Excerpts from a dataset
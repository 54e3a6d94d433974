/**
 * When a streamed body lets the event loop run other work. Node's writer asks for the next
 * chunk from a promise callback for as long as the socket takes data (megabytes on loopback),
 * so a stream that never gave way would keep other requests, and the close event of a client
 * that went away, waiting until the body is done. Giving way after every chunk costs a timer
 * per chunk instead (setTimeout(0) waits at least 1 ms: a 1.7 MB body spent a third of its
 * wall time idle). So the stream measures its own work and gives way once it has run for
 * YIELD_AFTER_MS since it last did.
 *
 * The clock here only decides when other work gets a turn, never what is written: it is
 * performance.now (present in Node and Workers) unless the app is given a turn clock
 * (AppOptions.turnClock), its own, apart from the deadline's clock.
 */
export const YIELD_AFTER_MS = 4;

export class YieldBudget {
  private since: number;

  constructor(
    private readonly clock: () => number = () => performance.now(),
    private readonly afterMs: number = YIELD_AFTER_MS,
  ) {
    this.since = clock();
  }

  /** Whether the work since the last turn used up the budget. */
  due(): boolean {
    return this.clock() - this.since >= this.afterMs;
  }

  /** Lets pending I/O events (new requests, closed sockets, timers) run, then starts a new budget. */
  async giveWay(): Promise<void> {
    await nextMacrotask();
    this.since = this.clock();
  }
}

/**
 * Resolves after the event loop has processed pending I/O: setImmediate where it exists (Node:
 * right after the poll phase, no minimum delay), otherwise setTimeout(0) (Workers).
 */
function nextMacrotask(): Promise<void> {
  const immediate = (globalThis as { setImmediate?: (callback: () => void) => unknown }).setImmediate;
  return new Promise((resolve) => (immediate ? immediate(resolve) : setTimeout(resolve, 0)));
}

==

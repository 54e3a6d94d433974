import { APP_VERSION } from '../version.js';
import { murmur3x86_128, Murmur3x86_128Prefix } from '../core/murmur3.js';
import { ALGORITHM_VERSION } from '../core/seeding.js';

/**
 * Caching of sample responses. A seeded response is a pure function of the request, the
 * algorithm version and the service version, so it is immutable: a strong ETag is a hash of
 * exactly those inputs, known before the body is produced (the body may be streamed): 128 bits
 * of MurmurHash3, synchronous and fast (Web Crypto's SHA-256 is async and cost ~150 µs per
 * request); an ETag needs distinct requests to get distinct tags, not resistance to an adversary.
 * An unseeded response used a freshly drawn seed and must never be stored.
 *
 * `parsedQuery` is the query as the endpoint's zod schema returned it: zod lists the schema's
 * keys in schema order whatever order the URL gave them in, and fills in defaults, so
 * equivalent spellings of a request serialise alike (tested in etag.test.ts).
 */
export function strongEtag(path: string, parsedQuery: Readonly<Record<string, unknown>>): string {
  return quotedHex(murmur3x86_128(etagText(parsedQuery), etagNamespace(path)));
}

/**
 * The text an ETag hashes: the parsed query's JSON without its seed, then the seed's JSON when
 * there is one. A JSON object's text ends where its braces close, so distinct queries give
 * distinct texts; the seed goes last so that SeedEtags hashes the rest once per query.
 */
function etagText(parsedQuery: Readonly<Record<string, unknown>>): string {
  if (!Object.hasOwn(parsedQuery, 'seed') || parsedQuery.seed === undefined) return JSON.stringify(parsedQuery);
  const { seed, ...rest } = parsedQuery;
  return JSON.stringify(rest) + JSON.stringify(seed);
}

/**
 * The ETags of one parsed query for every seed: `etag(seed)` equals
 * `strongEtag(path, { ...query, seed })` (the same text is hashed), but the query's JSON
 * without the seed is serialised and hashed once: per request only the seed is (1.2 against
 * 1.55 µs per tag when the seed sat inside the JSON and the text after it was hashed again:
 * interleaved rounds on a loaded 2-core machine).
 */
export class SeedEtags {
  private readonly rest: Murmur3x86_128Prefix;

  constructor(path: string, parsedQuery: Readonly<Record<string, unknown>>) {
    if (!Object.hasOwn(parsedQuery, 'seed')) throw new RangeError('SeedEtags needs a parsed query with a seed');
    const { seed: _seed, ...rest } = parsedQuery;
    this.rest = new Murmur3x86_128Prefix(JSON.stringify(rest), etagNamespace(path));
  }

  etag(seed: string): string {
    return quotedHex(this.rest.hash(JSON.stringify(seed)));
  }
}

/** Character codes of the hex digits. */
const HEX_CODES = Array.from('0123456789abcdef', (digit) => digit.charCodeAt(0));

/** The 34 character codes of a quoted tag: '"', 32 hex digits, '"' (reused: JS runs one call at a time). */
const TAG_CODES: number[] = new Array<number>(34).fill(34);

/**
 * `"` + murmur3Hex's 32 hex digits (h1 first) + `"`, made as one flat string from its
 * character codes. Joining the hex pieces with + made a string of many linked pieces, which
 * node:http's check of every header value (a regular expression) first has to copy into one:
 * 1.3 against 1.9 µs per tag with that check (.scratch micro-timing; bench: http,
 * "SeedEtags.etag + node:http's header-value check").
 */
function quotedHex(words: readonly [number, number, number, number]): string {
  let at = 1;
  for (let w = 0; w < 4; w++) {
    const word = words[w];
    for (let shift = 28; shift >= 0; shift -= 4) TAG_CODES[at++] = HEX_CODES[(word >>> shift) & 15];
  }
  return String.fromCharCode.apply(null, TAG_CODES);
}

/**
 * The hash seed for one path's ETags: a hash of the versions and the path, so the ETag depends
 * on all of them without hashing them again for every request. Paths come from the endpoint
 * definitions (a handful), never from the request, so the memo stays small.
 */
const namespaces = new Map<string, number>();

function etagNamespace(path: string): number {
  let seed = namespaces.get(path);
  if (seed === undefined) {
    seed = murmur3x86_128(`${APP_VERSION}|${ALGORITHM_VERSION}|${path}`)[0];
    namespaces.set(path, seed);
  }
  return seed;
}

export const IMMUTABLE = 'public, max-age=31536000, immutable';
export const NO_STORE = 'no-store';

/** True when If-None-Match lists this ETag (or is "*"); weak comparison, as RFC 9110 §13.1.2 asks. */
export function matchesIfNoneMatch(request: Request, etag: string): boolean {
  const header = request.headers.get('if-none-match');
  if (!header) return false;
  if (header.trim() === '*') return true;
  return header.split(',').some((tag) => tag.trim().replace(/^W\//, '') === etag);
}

-- Problem to solve --
Among the records above, extract exactly the lines from the line with "is (1.2 against" to the line with "const word = words[w];", both lines included, and leave out the rest.

-- Completed exercise --
 * without the seed is serialised and hashed once: per request only the seed is (1.2 against
 * 1.55 µs per tag when the seed sat inside the JSON and the text after it was hashed again:
 * interleaved rounds on a loaded 2-core machine).
 */
export class SeedEtags {
  private readonly rest: Murmur3x86_128Prefix;

  constructor(path: string, parsedQuery: Readonly<Record<string, unknown>>) {
    if (!Object.hasOwn(parsedQuery, 'seed')) throw new RangeError('SeedEtags needs a parsed query with a seed');
    const { seed: _seed, ...rest } = parsedQuery;
    this.rest = new Murmur3x86_128Prefix(JSON.stringify(rest), etagNamespace(path));
  }

  etag(seed: string): string {
    return quotedHex(this.rest.hash(JSON.stringify(seed)));
  }
}

/** Character codes of the hex digits. */
const HEX_CODES = Array.from('0123456789abcdef', (digit) => digit.charCodeAt(0));

/** The 34 character codes of a quoted tag: '"', 32 hex digits, '"' (reused: JS runs one call at a time). */
const TAG_CODES: number[] = new Array<number>(34).fill(34);

/**
 * `"` + murmur3Hex's 32 hex digits (h1 first) + `"`, made as one flat string from its
 * character codes. Joining the hex pieces with + made a string of many linked pieces, which
 * node:http's check of every header value (a regular expression) first has to copy into one:
 * 1.3 against 1.9 µs per tag with that check (.scratch micro-timing; bench: http,
 * "SeedEtags.etag + node:http's header-value check").
 */
function quotedHex(words: readonly [number, number, number, number]): string {
  let at = 1;
  for (let w = 0; w < 4; w++) {
    const word = words[w];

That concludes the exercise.